I suppose that when the reach is 0.5, ARM will round up to 1, but the other backends will round down to 0. Something like that must happen, so I was forced to use division instead as then the rounding behavior is consistent again.

[jacdelad]

Try defining width and height as float. Or putting the 0.5 first. I can't test it right now.

[benubi]

Try defining width and height as float. Or putting the 0.5 first. I can't test it right now.

In that "special" case it won't work because modulo operations are performed on those variables, and modulos aren't allowed on floats. They represent pixel coordinates of a texture/image/2D height map array.

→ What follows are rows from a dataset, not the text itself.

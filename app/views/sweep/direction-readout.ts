/**
 * The sweep plot holds one display row per reading, each either rising or
 * falling. The cursor readout shows both directions at a setpoint: this finds
 * the other direction's reading at the same control voltage.
 */
export function sameSetpointValue(x: readonly number[], other: readonly (number | null)[], k: number): number | null {
  const v = x[k];
  if (v === undefined) return null;
  for (let j = k; j >= 0 && x[j] === v; j -= 1)
    if (other[j] !== null && other[j] !== undefined) return other[j] as number;
  for (let j = k + 1; j < x.length && x[j] === v; j += 1)
    if (other[j] !== null && other[j] !== undefined) return other[j] as number;
  return null;
}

The division of the reach only takes place once for every recursion in the algorithm, then most of it is loops of multiplications and additions (averaging points at the reach distance) with a random value, and have some divisions anyway for the averaging - the reach division doesn't weigh much in the equation. The performance gains are too slim for risking the C compiler bug causing an endless loop (it's apparently a C/gcc glitch or configuration problem rather than a hardware bug).

[jacdelad]

Hum, I suspected some data type conversion. Like I said, can't test it right now. It was just a shot into the dark.

[Jeff8888]

Hmm, I recall learning this trick in a Fortran class I took in 1967.